◆ **Directions**
Go through the records and copy each line where the string "first" occurs.

[Given data — start]

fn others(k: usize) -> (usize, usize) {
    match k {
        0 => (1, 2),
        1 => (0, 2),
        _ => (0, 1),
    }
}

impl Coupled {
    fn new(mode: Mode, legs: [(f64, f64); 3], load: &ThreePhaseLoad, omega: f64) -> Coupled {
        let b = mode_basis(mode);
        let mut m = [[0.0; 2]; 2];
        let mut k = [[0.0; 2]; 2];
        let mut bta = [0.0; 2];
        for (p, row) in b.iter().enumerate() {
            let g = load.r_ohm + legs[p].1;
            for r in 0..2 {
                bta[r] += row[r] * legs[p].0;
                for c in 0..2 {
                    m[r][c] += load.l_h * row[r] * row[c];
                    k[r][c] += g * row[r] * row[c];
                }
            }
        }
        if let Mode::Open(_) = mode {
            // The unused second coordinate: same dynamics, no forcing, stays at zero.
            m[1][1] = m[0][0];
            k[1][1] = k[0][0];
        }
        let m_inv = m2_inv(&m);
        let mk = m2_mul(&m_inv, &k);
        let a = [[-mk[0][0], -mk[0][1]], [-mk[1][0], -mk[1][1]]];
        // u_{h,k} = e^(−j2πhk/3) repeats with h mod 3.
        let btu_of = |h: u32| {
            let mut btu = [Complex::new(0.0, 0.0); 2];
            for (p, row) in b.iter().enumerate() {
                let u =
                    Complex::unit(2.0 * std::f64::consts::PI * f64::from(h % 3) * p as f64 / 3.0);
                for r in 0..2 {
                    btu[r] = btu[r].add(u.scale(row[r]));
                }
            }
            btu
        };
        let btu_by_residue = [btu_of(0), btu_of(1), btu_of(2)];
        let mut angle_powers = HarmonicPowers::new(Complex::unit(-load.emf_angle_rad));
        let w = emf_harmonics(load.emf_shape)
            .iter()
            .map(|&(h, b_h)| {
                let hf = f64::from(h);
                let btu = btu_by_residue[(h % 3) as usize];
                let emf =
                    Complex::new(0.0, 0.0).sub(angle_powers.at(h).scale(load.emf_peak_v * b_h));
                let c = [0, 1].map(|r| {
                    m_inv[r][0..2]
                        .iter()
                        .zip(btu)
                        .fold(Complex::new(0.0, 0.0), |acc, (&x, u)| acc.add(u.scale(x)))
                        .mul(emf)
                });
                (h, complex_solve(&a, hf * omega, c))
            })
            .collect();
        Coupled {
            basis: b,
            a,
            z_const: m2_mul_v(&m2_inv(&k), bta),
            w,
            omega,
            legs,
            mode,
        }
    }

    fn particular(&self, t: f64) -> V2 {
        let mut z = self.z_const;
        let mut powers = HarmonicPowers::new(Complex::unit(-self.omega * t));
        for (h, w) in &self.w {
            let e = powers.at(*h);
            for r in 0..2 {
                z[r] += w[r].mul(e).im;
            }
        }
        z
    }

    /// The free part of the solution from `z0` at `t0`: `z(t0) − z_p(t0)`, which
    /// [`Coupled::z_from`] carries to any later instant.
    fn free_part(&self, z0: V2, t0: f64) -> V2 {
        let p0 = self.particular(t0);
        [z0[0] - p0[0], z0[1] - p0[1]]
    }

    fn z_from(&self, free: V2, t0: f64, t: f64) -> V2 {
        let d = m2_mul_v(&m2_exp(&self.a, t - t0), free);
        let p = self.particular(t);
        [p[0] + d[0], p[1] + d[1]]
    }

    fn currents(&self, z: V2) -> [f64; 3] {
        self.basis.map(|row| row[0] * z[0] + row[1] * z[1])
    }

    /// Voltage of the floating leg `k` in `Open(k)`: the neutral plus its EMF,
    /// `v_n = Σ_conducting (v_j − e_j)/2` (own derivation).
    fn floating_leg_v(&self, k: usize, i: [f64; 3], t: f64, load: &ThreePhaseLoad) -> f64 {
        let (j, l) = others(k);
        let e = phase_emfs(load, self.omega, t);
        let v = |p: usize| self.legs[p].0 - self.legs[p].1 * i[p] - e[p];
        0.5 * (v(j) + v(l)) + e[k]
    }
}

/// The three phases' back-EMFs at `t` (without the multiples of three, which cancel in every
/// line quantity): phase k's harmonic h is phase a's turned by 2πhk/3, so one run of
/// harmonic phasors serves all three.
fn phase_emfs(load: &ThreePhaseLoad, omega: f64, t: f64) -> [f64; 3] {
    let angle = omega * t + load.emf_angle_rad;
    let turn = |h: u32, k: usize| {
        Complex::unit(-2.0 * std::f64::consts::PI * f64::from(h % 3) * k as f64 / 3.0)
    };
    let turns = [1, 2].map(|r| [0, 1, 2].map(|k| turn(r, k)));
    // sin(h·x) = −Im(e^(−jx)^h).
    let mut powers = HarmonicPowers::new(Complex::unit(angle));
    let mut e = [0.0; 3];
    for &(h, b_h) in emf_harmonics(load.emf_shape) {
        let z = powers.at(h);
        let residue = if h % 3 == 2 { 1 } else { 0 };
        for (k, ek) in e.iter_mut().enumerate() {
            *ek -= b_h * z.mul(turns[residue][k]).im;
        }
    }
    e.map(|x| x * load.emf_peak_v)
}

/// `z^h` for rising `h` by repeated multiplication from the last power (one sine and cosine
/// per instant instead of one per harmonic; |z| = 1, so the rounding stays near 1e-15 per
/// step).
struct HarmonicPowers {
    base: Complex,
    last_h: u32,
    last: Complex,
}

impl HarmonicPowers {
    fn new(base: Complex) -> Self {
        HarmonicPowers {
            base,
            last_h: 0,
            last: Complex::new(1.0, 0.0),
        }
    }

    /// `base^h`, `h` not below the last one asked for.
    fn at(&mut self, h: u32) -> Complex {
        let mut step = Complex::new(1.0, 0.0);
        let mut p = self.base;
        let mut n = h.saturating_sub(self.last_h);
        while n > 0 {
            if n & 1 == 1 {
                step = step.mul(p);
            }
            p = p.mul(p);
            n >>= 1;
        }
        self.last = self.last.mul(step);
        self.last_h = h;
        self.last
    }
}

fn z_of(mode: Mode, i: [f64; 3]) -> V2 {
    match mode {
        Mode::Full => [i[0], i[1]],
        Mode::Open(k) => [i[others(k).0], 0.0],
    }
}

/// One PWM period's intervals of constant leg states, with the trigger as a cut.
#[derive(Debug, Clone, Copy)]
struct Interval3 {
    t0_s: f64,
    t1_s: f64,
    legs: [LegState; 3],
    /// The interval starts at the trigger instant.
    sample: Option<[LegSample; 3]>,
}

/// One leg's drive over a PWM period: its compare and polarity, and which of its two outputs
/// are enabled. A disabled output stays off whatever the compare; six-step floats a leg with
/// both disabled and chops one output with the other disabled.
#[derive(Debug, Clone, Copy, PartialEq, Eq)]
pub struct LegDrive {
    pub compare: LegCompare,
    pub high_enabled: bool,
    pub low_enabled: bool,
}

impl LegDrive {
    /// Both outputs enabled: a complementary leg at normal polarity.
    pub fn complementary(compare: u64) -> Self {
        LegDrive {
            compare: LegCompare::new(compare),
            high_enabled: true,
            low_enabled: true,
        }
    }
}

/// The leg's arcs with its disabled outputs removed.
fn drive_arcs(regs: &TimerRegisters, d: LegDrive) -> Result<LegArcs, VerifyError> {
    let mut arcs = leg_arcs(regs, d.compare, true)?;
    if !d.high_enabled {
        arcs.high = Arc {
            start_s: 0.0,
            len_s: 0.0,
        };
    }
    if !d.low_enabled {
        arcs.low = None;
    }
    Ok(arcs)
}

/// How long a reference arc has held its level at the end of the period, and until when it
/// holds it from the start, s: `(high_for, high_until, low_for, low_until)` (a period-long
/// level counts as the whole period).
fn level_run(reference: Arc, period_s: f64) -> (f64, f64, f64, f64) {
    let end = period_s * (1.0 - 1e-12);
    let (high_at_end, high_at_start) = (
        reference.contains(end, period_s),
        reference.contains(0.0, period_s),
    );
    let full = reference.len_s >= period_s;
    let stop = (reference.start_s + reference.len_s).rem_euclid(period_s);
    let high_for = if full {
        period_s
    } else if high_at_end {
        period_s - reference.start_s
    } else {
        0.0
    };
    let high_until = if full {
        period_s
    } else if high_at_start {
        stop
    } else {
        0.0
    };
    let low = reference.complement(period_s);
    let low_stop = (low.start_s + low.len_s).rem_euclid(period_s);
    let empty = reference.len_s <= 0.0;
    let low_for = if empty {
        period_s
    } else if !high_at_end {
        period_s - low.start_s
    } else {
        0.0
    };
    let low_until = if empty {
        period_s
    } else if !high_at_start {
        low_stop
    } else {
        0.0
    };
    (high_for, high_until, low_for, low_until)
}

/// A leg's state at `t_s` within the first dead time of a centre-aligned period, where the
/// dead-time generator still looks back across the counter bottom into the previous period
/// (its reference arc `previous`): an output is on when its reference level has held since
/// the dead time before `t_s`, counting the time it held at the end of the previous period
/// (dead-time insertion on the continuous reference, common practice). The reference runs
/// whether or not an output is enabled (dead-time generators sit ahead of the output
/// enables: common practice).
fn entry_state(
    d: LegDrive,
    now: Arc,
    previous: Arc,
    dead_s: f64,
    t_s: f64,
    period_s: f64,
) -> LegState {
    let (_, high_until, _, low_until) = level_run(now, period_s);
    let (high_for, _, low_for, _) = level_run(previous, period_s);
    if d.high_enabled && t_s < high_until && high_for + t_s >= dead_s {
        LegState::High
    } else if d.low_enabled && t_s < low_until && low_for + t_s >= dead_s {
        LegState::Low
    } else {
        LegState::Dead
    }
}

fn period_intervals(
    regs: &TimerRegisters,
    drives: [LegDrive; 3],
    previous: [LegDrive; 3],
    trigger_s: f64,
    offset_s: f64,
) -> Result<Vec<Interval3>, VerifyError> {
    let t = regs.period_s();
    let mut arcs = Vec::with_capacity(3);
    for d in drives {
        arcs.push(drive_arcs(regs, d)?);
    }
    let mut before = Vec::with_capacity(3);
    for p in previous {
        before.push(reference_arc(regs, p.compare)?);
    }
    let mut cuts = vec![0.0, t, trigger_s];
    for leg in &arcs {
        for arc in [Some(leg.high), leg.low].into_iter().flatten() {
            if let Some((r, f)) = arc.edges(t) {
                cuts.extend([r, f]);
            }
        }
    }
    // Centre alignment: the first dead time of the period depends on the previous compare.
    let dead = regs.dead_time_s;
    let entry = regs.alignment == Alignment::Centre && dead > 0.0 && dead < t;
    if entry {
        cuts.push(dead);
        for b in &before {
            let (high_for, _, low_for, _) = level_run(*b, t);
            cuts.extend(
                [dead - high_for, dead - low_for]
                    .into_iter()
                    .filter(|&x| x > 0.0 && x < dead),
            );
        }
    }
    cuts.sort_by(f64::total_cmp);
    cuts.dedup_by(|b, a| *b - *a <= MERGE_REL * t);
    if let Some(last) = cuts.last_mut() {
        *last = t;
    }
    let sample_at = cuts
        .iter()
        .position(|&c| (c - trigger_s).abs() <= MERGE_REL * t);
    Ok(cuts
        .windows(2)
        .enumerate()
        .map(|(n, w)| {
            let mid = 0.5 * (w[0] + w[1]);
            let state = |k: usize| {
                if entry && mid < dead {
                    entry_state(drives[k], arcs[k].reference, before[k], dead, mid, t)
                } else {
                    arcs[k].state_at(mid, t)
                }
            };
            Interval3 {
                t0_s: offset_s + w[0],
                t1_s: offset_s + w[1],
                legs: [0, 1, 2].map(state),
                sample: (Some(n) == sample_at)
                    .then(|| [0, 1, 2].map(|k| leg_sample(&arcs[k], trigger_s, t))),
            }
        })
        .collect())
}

[Given data — finish]
[Given data — start]

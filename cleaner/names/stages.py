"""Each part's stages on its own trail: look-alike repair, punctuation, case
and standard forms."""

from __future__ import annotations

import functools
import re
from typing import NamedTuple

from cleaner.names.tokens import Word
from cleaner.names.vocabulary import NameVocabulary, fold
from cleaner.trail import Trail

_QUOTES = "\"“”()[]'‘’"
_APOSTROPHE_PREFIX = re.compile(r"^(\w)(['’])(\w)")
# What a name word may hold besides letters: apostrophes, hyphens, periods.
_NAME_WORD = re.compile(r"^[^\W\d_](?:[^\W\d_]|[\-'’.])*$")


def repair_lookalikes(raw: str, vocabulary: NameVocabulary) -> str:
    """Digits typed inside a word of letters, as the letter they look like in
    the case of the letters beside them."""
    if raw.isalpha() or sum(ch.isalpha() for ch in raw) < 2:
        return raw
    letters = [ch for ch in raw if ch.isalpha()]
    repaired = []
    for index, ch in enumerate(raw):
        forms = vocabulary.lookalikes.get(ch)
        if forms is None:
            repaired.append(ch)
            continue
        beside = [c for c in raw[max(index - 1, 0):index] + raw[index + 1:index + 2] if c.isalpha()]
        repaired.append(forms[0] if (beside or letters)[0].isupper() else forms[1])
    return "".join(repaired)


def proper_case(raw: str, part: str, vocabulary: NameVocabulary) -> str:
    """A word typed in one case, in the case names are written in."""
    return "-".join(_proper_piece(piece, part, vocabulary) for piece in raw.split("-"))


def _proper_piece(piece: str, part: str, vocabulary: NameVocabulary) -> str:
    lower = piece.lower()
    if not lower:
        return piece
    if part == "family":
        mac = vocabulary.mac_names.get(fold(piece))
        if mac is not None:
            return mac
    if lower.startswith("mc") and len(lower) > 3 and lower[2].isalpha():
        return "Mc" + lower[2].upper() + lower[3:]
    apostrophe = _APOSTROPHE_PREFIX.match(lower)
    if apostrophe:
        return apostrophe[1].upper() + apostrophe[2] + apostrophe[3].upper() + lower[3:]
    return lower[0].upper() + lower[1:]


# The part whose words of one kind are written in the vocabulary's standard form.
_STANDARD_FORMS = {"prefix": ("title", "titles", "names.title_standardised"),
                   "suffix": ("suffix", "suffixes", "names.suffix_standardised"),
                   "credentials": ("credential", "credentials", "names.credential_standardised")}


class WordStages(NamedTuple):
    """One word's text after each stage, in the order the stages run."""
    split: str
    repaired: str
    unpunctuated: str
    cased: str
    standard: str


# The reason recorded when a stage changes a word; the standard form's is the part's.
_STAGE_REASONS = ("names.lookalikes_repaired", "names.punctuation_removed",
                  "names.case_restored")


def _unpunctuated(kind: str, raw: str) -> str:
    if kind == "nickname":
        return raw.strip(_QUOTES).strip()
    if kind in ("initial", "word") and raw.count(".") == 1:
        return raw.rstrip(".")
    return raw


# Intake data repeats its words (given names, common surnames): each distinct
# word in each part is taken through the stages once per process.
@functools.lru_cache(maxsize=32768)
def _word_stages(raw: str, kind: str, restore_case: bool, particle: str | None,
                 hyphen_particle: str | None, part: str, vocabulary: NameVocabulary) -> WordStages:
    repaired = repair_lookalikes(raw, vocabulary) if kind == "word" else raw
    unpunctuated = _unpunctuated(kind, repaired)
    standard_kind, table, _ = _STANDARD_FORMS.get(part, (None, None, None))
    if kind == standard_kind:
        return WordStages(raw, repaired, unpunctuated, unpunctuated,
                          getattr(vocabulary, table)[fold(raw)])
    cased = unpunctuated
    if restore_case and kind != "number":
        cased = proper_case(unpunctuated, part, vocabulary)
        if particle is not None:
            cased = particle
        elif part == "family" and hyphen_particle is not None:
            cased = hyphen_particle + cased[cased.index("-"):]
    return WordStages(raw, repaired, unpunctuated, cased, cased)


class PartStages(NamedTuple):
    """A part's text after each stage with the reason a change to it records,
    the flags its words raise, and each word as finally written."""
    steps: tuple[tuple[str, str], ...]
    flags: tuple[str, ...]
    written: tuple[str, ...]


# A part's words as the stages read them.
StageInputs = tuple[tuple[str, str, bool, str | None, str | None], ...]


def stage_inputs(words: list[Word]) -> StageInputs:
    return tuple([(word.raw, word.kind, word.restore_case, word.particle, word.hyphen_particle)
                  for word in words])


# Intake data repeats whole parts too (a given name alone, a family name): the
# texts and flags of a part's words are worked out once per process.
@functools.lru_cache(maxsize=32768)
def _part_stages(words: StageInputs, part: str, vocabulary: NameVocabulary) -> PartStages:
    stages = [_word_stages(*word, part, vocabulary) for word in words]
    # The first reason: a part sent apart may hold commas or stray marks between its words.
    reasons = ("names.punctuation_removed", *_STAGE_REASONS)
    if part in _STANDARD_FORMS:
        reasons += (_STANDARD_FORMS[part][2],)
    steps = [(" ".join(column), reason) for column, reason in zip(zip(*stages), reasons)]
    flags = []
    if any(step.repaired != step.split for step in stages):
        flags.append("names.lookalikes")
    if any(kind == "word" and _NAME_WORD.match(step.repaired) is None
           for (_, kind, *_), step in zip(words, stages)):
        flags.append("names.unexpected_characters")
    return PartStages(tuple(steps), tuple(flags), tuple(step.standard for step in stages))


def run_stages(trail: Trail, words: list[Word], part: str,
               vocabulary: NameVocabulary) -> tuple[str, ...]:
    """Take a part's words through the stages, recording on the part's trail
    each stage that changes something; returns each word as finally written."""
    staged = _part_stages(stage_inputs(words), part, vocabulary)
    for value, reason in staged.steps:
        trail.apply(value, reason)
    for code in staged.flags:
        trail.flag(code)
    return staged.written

[Given data — finish]
[Given data — start]

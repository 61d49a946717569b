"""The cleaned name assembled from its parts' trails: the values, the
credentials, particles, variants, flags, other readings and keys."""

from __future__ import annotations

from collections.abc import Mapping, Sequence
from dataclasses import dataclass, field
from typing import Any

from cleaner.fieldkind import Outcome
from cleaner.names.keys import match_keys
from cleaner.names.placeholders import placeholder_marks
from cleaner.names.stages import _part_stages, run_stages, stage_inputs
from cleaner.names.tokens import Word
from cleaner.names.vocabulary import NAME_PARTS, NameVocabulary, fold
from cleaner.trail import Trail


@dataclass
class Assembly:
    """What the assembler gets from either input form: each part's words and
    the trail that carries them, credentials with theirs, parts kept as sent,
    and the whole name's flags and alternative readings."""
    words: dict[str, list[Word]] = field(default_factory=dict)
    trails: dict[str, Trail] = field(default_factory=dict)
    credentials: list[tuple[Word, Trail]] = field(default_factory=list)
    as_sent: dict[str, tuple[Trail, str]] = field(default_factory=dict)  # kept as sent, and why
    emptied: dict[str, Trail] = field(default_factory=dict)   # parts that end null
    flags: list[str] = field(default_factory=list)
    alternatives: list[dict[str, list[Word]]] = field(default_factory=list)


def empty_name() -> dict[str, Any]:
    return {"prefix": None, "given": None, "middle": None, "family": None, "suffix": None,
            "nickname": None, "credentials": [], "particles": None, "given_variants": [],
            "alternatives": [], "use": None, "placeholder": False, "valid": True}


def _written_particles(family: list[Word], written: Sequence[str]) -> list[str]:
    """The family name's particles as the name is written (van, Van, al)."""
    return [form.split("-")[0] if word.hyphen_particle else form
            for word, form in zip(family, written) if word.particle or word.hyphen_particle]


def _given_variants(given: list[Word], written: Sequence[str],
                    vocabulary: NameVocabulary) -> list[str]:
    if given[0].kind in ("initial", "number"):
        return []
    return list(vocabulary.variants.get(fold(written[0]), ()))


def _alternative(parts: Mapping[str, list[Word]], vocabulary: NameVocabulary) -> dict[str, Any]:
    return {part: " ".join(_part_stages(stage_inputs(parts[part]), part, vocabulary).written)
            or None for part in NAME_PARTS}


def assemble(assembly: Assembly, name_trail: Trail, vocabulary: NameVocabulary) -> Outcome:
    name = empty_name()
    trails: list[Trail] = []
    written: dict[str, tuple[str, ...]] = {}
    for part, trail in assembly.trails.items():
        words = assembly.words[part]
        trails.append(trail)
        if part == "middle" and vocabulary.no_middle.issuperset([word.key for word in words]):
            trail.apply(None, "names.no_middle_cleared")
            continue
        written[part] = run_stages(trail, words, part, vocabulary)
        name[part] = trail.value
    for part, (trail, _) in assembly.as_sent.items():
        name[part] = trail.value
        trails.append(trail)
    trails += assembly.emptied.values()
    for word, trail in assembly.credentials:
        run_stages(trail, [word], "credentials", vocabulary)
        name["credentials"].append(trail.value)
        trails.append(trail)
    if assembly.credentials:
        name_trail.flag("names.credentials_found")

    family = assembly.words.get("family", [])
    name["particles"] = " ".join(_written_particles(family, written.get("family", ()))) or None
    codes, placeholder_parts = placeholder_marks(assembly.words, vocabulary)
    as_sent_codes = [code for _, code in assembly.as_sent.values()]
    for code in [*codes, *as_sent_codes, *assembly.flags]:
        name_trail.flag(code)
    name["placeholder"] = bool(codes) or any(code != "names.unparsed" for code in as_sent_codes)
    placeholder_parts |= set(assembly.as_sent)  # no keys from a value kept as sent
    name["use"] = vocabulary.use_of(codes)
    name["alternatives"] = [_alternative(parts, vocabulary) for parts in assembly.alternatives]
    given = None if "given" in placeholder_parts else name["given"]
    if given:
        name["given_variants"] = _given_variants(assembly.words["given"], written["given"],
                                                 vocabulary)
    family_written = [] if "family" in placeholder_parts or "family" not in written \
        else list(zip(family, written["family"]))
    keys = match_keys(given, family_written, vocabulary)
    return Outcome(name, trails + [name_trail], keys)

[Given data — finish]

◆ **Completed exercise**
/// A leg's state at `t_s` within the first dead time of a centre-aligned period, where the
    // Centre alignment: the first dead time of the period depends on the previous compare.
    # The first reason: a part sent apart may hold commas or stray marks between its words.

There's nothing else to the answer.